• _Given information_:
#include "cli/losses_command.hpp"

#include <algorithm>
#include <cstddef>
#include <optional>
#include <string>
#include <string_view>
#include <utility>
#include <vector>

#include "cli/run_files.hpp"
#include "rainledger/chart/chart.hpp"
#include "rainledger/ledger/ledger.hpp"
#include "rainledger/report/json.hpp"
#include "rainledger/report/ledger_csv.hpp"
#include "rainledger/report/summary.hpp"
#include "rainledger/scenario/scenario.hpp"
#include "rainledger/scenario/warnings.hpp"

namespace rainledger {
namespace {

constexpr double kMostReportingSteps = 1.0e7;  // a slip in --every, not a wish

/// What only the scenario shows to be wrong with the command line; empty when nothing is.
std::string late_problem(const LossesOptions& options, const Scenario& scenario) {
    if (std::string problem = rain_files_problem(options.outputs(), scenario.storms);
        !problem.empty())
        return problem;
    for (const Storm& storm : scenario.storms) {
        const auto& edges_h = storm.rain.edges_h;
        if (options.every_h &&
            edges_h.back() - edges_h.front() > kMostReportingSteps * *options.every_h)
            return "--every: that step would cut a storm into more than 10 million";
    }
    return {};
}

/// The place in `items` of the one that has the name asked for; a problem where none has it.
template <class Item>
std::optional<std::size_t> chosen(std::string_view option, const std::optional<std::string>& asked,
                                  const std::vector<Item>& items, std::string& problem) {
    if (!asked) return std::nullopt;
    const auto found = std::ranges::find(items, *asked, &Item::name);
    if (found != items.end()) return static_cast<std::size_t>(found - items.begin());
    problem = name_problem(option, *asked, names_of(items));
    return std::nullopt;
}

ChartChoice chart_choice(const LossesOptions& options, const Scenario& scenario,
                         std::string& problem) {
    ChartChoice choice;
    choice.storm = chosen("storm", options.chart_storm, scenario.storms, problem);
    choice.surface = chosen("surface", options.chart_surface, scenario.site.surfaces, problem);
    return choice;
}

struct Results {
    std::vector<SiteLedger> ledgers;    // one per storm
    std::vector<std::string> warnings;  // as the JSON lists them
    std::string chart;                  // its bytes, where one was asked for
};

Results keep_ledgers(const Scenario& scenario, Diagnostics& diagnostics) {
    Results results;
    for (const Storm& storm : scenario.storms) {
        results.ledgers.push_back(keep_ledger(scenario.site, storm.rain));
        report_unmatched(scenario, storm, results.ledgers.back(), diagnostics);
    }
    return results;
}

/// Prints every warning and collects it for the JSON.
void warn(const LossesOptions& options, const Messages& messages, const Scenario& scenario,
          Diagnostics& diagnostics, Results& results) {
    for (std::size_t i = 0; i < scenario.storms.size(); ++i)
        warn_of_results(scenario, scenario.storms[i], results.ledgers[i], diagnostics);
    messages.show(diagnostics);
    results.warnings = listed(diagnostics);
    if (options.every_h && !options.ledger)
        messages.note("--every shapes the ledger file alone; --ledger FILE.csv writes one");
}

std::string ledger_text(const LossesOptions& options, const Scenario& scenario,
                        const Results& results) {
    const bool with_start = has_start_column(scenario);
    std::string out;
    append_ledger_header(out, with_start);
    for (std::size_t i = 0; i < scenario.storms.size(); ++i) {
        const Storm& storm = scenario.storms[i];
        if (options.every_h)
            append_ledger_rows(
                out, scenario.site, storm,
                report_every(scenario.site, storm.rain, *options.every_h, results.ledgers[i]),
                with_start);
        else
            append_ledger_rows(out, scenario.site, storm, results.ledgers[i], with_start);
    }
    return out;
}

/// Writes every file in the order of options.outputs(), then standard output, then gives the files
/// their names.
bool write_all(const LossesOptions& options, const Scenario& scenario, const Results& results,
               OutputFiles& files, std::string& problem) {
    if (options.ledger && !files.write_next(ledger_text(options, scenario, results), problem))
        return false;
    std::string json;
    if (options.json) json = results_json(scenario, results.ledgers, results.warnings);
    if (options.json && !options.json_on_stdout() && !files.write_next(json, problem)) return false;
    if (options.chart && options.chart != "-" && !files.write_next(results.chart, problem))
        return false;
    std::string shown = options.json_on_stdout()
                            ? std::move(json)
                            : summary(scenario, results.ledgers, {options.units});
    if (options.chart == "-") shown += "\n" + results.chart;
    return finish(files, shown, problem);
}

/// Marches, draws and writes, once the command line and the scenario are known to be right.
ExitStatus compute(const LossesOptions& options, const Messages& messages, const Scenario& scenario,
                   const ChartChoice& choice, Diagnostics& diagnostics) {
    std::string problem;
    OutputFiles files;
    const bool opened = open_all(files, options.outputs(), problem);
    // Marched even where an output cannot be written: an input error that only the march can tell
    // comes first.
    Results results = keep_ledgers(scenario, diagnostics);
    if (diagnostics.has_errors()) return refuse(messages, diagnostics);
    if (!opened) return cannot_write(messages, problem);
    warn(options, messages, scenario, diagnostics, results);
    if (options.chart) {
        Chart chart = losses_chart(scenario, results.ledgers, choice,
                                   {*chart_format(*options.chart), options.units});
        if (!chart.bytes) return cannot_draw("losses", messages, chart);
        results.chart = std::move(*chart.bytes);
    }
    if (!write_all(options, scenario, results, files, problem))
        return cannot_write(messages, problem);
    return ExitStatus::done;
}

}  // namespace

ExitStatus run_losses(const LossesOptions& options) {
    const Messages messages(options.quiet);
    Diagnostics diagnostics;
    const std::optional<Scenario> scenario = read_scenario(options.scenario, diagnostics);
    if (!scenario) return refuse(messages, diagnostics);
    std::string problem = late_problem(options, *scenario);
    const ChartChoice choice = chart_choice(options, *scenario, problem);
    if (!problem.empty()) return wrong_usage("losses", problem);
    return compute(options, messages, *scenario, choice, diagnostics);
}

}  // namespace rainledger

• _The problem_:
Work through the data above line by line and give the number of lines in which "items" occurs. Add nothing else.

• _Output below_:
5